Exercise aim:
In the records below, find each line with the word "rank" and copy it.

Records for processing:
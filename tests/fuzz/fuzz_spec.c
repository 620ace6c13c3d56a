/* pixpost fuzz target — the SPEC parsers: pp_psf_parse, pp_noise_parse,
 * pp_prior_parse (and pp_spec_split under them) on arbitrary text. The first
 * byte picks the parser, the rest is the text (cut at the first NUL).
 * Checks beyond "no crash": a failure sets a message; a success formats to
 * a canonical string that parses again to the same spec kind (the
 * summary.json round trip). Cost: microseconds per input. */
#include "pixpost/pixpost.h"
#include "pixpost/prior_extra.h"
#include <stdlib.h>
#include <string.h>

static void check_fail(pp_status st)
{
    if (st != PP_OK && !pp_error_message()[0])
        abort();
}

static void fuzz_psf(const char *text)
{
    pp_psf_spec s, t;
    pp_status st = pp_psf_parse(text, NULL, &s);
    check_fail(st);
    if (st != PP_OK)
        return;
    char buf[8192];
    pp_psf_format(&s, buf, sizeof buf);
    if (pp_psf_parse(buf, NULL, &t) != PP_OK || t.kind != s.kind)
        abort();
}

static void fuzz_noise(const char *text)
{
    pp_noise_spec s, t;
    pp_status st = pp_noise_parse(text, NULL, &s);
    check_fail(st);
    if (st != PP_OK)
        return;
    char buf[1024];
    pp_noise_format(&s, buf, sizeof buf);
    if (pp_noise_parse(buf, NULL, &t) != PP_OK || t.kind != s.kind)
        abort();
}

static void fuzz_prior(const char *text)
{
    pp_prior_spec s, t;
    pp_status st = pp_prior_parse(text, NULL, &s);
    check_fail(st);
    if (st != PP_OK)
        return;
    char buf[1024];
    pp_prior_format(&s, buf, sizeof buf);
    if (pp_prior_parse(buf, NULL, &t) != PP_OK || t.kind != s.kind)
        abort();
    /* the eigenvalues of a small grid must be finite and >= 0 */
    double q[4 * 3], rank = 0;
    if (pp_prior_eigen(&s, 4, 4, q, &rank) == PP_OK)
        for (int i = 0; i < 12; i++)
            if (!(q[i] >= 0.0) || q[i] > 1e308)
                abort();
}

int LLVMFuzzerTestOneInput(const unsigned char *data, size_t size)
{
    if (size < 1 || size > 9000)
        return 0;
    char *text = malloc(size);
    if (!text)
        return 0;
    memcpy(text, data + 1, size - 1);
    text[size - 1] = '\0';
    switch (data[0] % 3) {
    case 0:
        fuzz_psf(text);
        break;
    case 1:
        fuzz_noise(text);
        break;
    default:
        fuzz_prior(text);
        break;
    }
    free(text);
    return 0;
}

Output of the task:
    double q[4 * 3], rank = 0;
    if (pp_prior_eigen(&s, 4, 4, q, &rank) == PP_OK)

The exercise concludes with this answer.